Tripartite Formulations: The strength of threes

November 21, 2004, Father Pat’s Pastoral Ponderings, by Fr Patrick Henry Reardon

The ancients understood the strength of things arranged in threes, and the thesis that “a threefold cord is not easily broken” (Ecclesiastes 4:12) expressed a truth that no one in olden times was prone to doubt.

A simple deference to geometry sufficed to settle the question. The triangle, after all, is plain geometry’s only stable figure with straight lines. Geometry–literally, the measuring of the earth–is solidly founded on trigonometric functions, and the surest way to calculate the earth (or the heavens!) is by trigonometrical survey.

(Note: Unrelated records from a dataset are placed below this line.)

"""Benchmark: peak memory of a gridded ingest when the time axis gets ten times longer.

Run ``.venv/bin/python benchmarks/gridded_memory.py [--steps 146] [--factor 10] [--ny 240 --nx 320]``.
It writes two packed (int16, Kelvin) SST files over the Keldmar Sea that differ only in the
length of their time axis, ingests each in a fresh subprocess (full pipeline: read, aggregate,
tag, write the store) and reports the peak RSS of each and their ratio. A baseline subprocess
that only imports harmonize and opens the study gives the fixed cost. The file is written
step block by step block, so files larger than RAM can be made with ``--steps``. Not part of
the test suite: the ratio, not the absolute numbers, is what to watch.
"""

from __future__ import annotations

import argparse
import json
import resource
import subprocess
import sys
import tempfile
import time
from pathlib import Path

PROFILE = """\
[source]
id = "bench_sst"
kind = "gridded"
provider_type = "remote_sensing"

[variables]
analysed_sst = "sea_surface_temperature"

[aggregate]
period = "month"
layer = "surface"
chunk_mb = {chunk_mb}
"""


def write_file(path: Path, steps: int, ny: int, nx: int, block: int = 50) -> int:
    """A (time, lat, lon) int16 packed Kelvin SST file over the demo sea, 2-day steps; returns bytes."""
    import netCDF4
    import numpy as np

    lat = np.linspace(46.4, 40.6, ny)  # north to south
    lon = np.linspace(203.6, 212.4, nx)  # 0..360 longitudes
    rng = np.random.default_rng(1)
    with netCDF4.Dataset(path, "w") as nc:
        nc.createDimension("time", None)
        nc.createDimension("lat", ny)
        nc.createDimension("lon", nx)
        t = nc.createVariable("time", "f8", ("time",))
        t.units, t.calendar = "days since 2000-01-01", "standard"
        la = nc.createVariable("lat", "f8", ("lat",))
        la.units, la[:] = "degrees_north", lat
        lo = nc.createVariable("lon", "f8", ("lon",))
        lo.units, lo[:] = "degrees_east", lon
        v = nc.createVariable("analysed_sst", "i2", ("time", "lat", "lon"), fill_value=np.int16(-32768),
                              chunksizes=(1, ny, nx))
        v.set_auto_maskandscale(False)
        v.units, v.scale_factor, v.add_offset = "kelvin", 0.01, 273.15
        base = np.round((10.0 - 0.6 * (lat[:, None] - 43.5) + 0 * lon[None, :]) / 0.01).astype(np.int16)
        for t0 in range(0, steps, block):
            n = min(block, steps - t0)
            t[t0:t0 + n] = np.arange(t0, t0 + n) * 2.0
            data = np.broadcast_to(base, (n, ny, nx)) + rng.integers(-50, 50, (n, ny, nx), dtype=np.int16)
            data[rng.random((n, ny, nx)) < 0.3] = -32768
            v[t0:t0 + n] = data
    return path.stat().st_size


def _child(study_dir: str, nc_file: str | None) -> None:
    """In a fresh process: ingest (or only import, for the baseline); print JSON.

    The peak RSS is taken after the adapter has read and aggregated the file, and again at
    the end of the ingest (tagging, parquet writing and the store's commit, which grow with
    the number of output rows and season_year partitions, not with the grid values).
    """
    start = time.perf_counter()
    from harmonize import load_study
    from harmonize.ingest import prepare, store_output

    study = load_study(study_dir)
    out: dict[str, object] = {}
    if nc_file:
        adapter, profile = prepare(study, "bench_sst")
        read = adapter.read({"rows": Path(nc_file)}, profile, study)
        out["read_seconds"] = time.perf_counter() - start
        out["read_rss_mb"] = resource.getrusage(resource.RUSAGE_SELF).ru_maxrss / 1024
        result = store_output(study, profile, adapter.kind, read)
        out.update(values=result.rows_read, used=result.rows_accepted, rows_written=result.records_written)
    out["seconds"] = time.perf_counter() - start
    out["peak_rss_mb"] = resource.getrusage(resource.RUSAGE_SELF).ru_maxrss / 1024
    print(json.dumps(out))


def _measure(study_dir: Path, nc_file: Path | None) -> dict[str, float]:
    cmd = [sys.executable, __file__, "--child", str(study_dir)] + ([str(nc_file)] if nc_file else [])
    proc = subprocess.run(cmd, capture_output=True, text=True, check=True)
    return json.loads(proc.stdout.strip().splitlines()[-1])


def main() -> None:
    parser = argparse.ArgumentParser(description=__doc__.splitlines()[0])
    parser.add_argument("--steps", type=int, default=146, help="time steps of the short file (2-day steps)")
    parser.add_argument("--factor", type=int, default=10, help="how many times longer the long file is")
    parser.add_argument("--ny", type=int, default=240)
    parser.add_argument("--nx", type=int, default=320)
    parser.add_argument("--chunk-mb", type=float, default=128.0)
    parser.add_argument("--child", nargs="+", help=argparse.SUPPRESS)
    args = parser.parse_args()
    if args.child:
        _child(args.child[0], args.child[1] if len(args.child) > 1 else None)
        return

    from harmonize.demo.sea import write_study

    with tempfile.TemporaryDirectory() as tmp:
        rows = []
        base_dir = Path(tmp) / "baseline"
        write_study(base_dir)
        baseline = _measure(base_dir, None)
        for label, steps in (("short", args.steps), ("long", args.steps * args.factor)):
            study_dir = Path(tmp) / label
            write_study(study_dir)
            (study_dir / "profiles" / "bench_sst.toml").write_text(PROFILE.format(chunk_mb=args.chunk_mb))
            nc_file = study_dir / "sst.nc"
            size = write_file(nc_file, steps, args.ny, args.nx)
            m = _measure(study_dir, nc_file)
            rows.append((label, steps, size, m))
            nc_file.unlink()
        print(f"grid {args.ny} x {args.nx}, int16, chunk_mb {args.chunk_mb:g}; baseline (imports + study): "
              f"{baseline['peak_rss_mb']:.0f} MB")
        print(f"{'file':<6} {'steps':>7} {'file MB':>9} {'values':>14} {'rows out':>9} {'read s':>7} "
              f"{'RSS after read':>15} {'total s':>8} {'RSS at end':>11}")
        for label, steps, size, m in rows:
            print(f"{label:<6} {steps:>7} {size / 2**20:>9.0f} {m['values']:>14,} {m['rows_written']:>9,} "
                  f"{m['read_seconds']:>7.1f} {m['read_rss_mb']:>12.0f} MB {m['seconds']:>8.1f} {m['peak_rss_mb']:>8.0f} MB")
        short, long = rows[0][3], rows[1][3]
        for key, what in (("read_rss_mb", "reading and aggregating"), ("peak_rss_mb", "the whole ingest")):
            print(f"peak RSS long / short, {what}: {long[key] / short[key]:.2f} for a {args.factor}x longer time axis "
                  f"({long[key] - short[key]:+.0f} MB)")


if __name__ == "__main__":
    main()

When we make such a survey, moreover, we are well advised to steady our instruments on a tripod, for nothing is more stable. Indeed, anyone ever seated on a wobbly chair can testify that chairs themselves seem to prefer three legs to four. Their wobbling is an agitated protest against that extra limb.

Perhaps it was the consideration of these simple facts of physics that prompted men of old to carry triangulation over into rhetoric. That is to say, if having three sides was of benefit to a pyramid, what might it not do for a sentence? Three good solid feet thus became the expected support of good solid pronouncements.

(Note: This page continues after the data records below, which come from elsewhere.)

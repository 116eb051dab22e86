"""The store: a DuckDB database (manifest, quarantine, views) beside a parquet dataset.

Observation rows live in a hive-partitioned parquet dataset under ``store/observations/``
(source_kind=.../season_year=.../*.parquet). The database holds the manifest of live
parquet files, the ingests, the quarantine and an ``observations`` view over the live files.

Accepted events that yield no observation row (a haul with no catch under a profile without
a zero-filling protocol, a segment whose bird rows were all quarantined) are kept in the
``events_without_values`` table, so that every input row stays accounted for.

Crash safety: an ingest writes its parquet files into ``store/staging/<ingest_id>/``
without any lock, then, holding the database's write lock, moves them into place and
records them in one transaction. Files that are not in the manifest are never read, so a
kill at any point leaves either all or none of an ingest visible; the next writer removes
the leftovers.
"""

from __future__ import annotations

import os
import re
import shutil
import time
from collections.abc import Iterator, Sequence
from contextlib import contextmanager
from dataclasses import dataclass
from pathlib import Path

import duckdb
import pandas as pd
import pyarrow as pa

from harmonize import __version__, parts, twins, units
from harmonize.contract import CONTRACT_VERSION, observation_sql_columns
from harmonize.errors import StoreBusyError, StoreError

DB_NAME = "harmonized.duckdb"
OBSERVATIONS_DIR = "observations"
STAGING_DIR = "staging"
PARTITION_COLUMNS = ("source_kind", "season_year")
#: Version of the store's tables (store_meta key ``store_version``); a store without the key
#: is version 1. 2: the ``events_without_values`` table. A writer brings an older store up to
#: date (the tables are created when missing); readers of an older store see no such events.
#: 3: event times written as parquet ``timestamp[us, tz=UTC]`` (older files hold UTC wall
#: clocks and are read as UTC by the views) and the persisted views name their files relative
#: to the store folder (rewritten by the first writer that opens an older store).
STORE_VERSION = 3
_LOCK_RE = re.compile(r"\(PID (\d+)\)")

#: Columns of ``events_without_values``, in table order (see docs/store.md).
EVENTS_WITHOUT_VALUES_COLUMNS = (
    "ingest_id", "source_id", "source_kind", "provider_type", "protocol", "event_id", "event_start",
    "event_end", "year", "season", "season_year", "depth_layer", "lat", "lon", "cell_id", "stratum",
    "depth_min_m", "depth_max_m", "bottom_depth_m", "effort", "effort_unit", "observer_id", "flags",
    "source_file", "source_row",
)

_SCHEMA_SQL = """
CREATE TABLE IF NOT EXISTS store_meta (key VARCHAR PRIMARY KEY, value VARCHAR);
CREATE TABLE IF NOT EXISTS ingests (
    ingest_id VARCHAR PRIMARY KEY,
    source_id VARCHAR NOT NULL,
    source_kind VARCHAR NOT NULL,
    provider_type VARCHAR,
    file_name VARCHAR NOT NULL,
    file_sha256 VARCHAR NOT NULL,
    inputs_sha256 VARCHAR NOT NULL,
    config_sha256 VARCHAR NOT NULL,
    started_at TIMESTAMP NOT NULL,
    finished_at TIMESTAMP,
    status VARCHAR NOT NULL,
    rows_read BIGINT NOT NULL,
    rows_accepted BIGINT NOT NULL,
    rows_quarantined BIGINT NOT NULL,
    records_written BIGINT NOT NULL,
    records_zero_filled BIGINT NOT NULL,
    superseded_by VARCHAR,
    tool_version VARCHAR,
    profile_file VARCHAR
);
CREATE TABLE IF NOT EXISTS ingest_files (
    ingest_id VARCHAR NOT NULL,
    role VARCHAR NOT NULL,
    file_name VARCHAR NOT NULL,
    file_sha256 VARCHAR NOT NULL,
    rows_read BIGINT NOT NULL,
    rows_accepted BIGINT NOT NULL,
    rows_quarantined BIGINT NOT NULL
);
CREATE TABLE IF NOT EXISTS quarantine (
    ingest_id VARCHAR NOT NULL,
    source_file VARCHAR NOT NULL,
    source_row BIGINT,
    reason_code VARCHAR NOT NULL,
    message VARCHAR NOT NULL,
    raw VARCHAR
);
CREATE TABLE IF NOT EXISTS quarantine_summary (
    ingest_id VARCHAR NOT NULL,
    source_file VARCHAR NOT NULL,
    reason_code VARCHAR NOT NULL,
    n_values BIGINT NOT NULL,
    message VARCHAR NOT NULL
);
CREATE TABLE IF NOT EXISTS events_without_values (
    ingest_id VARCHAR NOT NULL,
    source_id VARCHAR NOT NULL,
    source_kind VARCHAR NOT NULL,
    provider_type VARCHAR,
    protocol VARCHAR,
    event_id VARCHAR,
    event_start TIMESTAMP,
    event_end TIMESTAMP,
    year INTEGER,
    season VARCHAR,
    season_year INTEGER,
    depth_layer VARCHAR,
    lat DOUBLE,
    lon DOUBLE,
    cell_id VARCHAR,
    stratum VARCHAR,
    depth_min_m DOUBLE,
    depth_max_m DOUBLE,
    bottom_depth_m DOUBLE,
    effort DOUBLE,
    effort_unit VARCHAR,
    observer_id VARCHAR,
    flags VARCHAR[],
    source_file VARCHAR,
    source_row BIGINT
);
CREATE TABLE IF NOT EXISTS observation_files (
    ingest_id VARCHAR NOT NULL,
    path VARCHAR NOT NULL,
    n_rows BIGINT NOT NULL
);
"""


@dataclass
class IngestRecord:
    """One row of the ``ingests`` table."""

    ingest_id: str
    source_id: str
    source_kind: str
    provider_type: str
    file_name: str
    file_sha256: str
    inputs_sha256: str
    config_sha256: str
    started_at: pd.Timestamp
    finished_at: pd.Timestamp
    rows_read: int
    rows_accepted: int
    rows_quarantined: int
    records_written: int
    records_zero_filled: int
    profile_file: str
    status: str = "complete"
    #: opportunistic sources: the twin windows of the profile (harmonize.twins)
    duplicates: twins.TwinSettings | None = None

By good solid pronouncements, of course, I mean sentences qualified to fix themselves in the mind, truly memorable words, declarations not destined to be lost. Veni, vidi, vici, proclaimed Caesar. Though men may not remember whither he came, nor what he saw, nor how he conquered, it is quite impossible to forget what Caesar had to say about it.

In fact, Caesar’s famous sentence on the subject is found in a work that began by a tripartite measurement of land: “All of Gaul is divided into partes tres.” In rhetoric, as in geometry, three was the number of perfection – omne trinum perfectum.

This insight came as no surprise to ancient Christians, who were familiar with a far deeper reason for preferring threefold expressions. This reason, in fact, was summed up by one of them at the end of an epistle: “The grace of our Lord Jesus Christ, and the love of God, and the communion of the Holy Spirit be with you all” (2 Corinthians 13:14).

Paul the Apostle was fond of such tripartite formulations. For example, he began his earliest extant epistle by telling the Christians at Thessaloniki of his prayers for them, “remembering without ceasing your work of faith, labor of love, and patience of hope” (1 Thessalonians 1:3).

This was Paul’s first known use of the triplet expression “faith, hope, and love.” He returned to it in the same epistle, where he wrote of “the breastplate of faith and love” and the “helmet [of] the hope of salvation” (5:8). It appears repeatedly. For instance, “For we through the Spirit eagerly wait for the hope of righteousness by faith. For in Christ Jesus neither circumcision nor uncircumcision avails anything, but faith working through love” (Galatians 5:5-6).

Again, in the progress of holiness described in Romans 5:1-5, Paul starts with “access by faith,” goes on to rejoicing “in hope,” and finishes by declaring that “hope does not disappoint, because the love of God has been poured in our hearts.” Likewise, he told the Colossians that he had “heard of your faith in Christ Jesus and of your love for all the saints; because of the hope which is laid up for you in heaven” (1:4-5). In a similar way Paul exhorted the Ephesians to bear “with one another in love,” because of the “one hope” of their calling, and “one Lord, one faith, one baptism” (4:2-4).

The most memorable instance of this formula, surely, comes in the famous text where Paul affirms, “And now abide faith, hope, and love, these three” (1 Corinthians 13:13).

It is not surprising that other Christian authors fell under the sway of this expression. One of them, for instance, wrote of the “labor of love,” of “the full assurance of hope,” and of an imitation “through faith” (Hebrews 6:10-12). Somewhat later he spoke of “the full assurance of faith,” “the confession of hope,” and the stirring up of “love and good works” (10:22-24). Variations of this formula quickly became standard throughout Christian writings (cf. Polycarp of Smyrna, To the Philippians 3.2-3; Pseudo-Barnabas, 1.4; 9.8), and it has formed the basis of many a three-point sermon.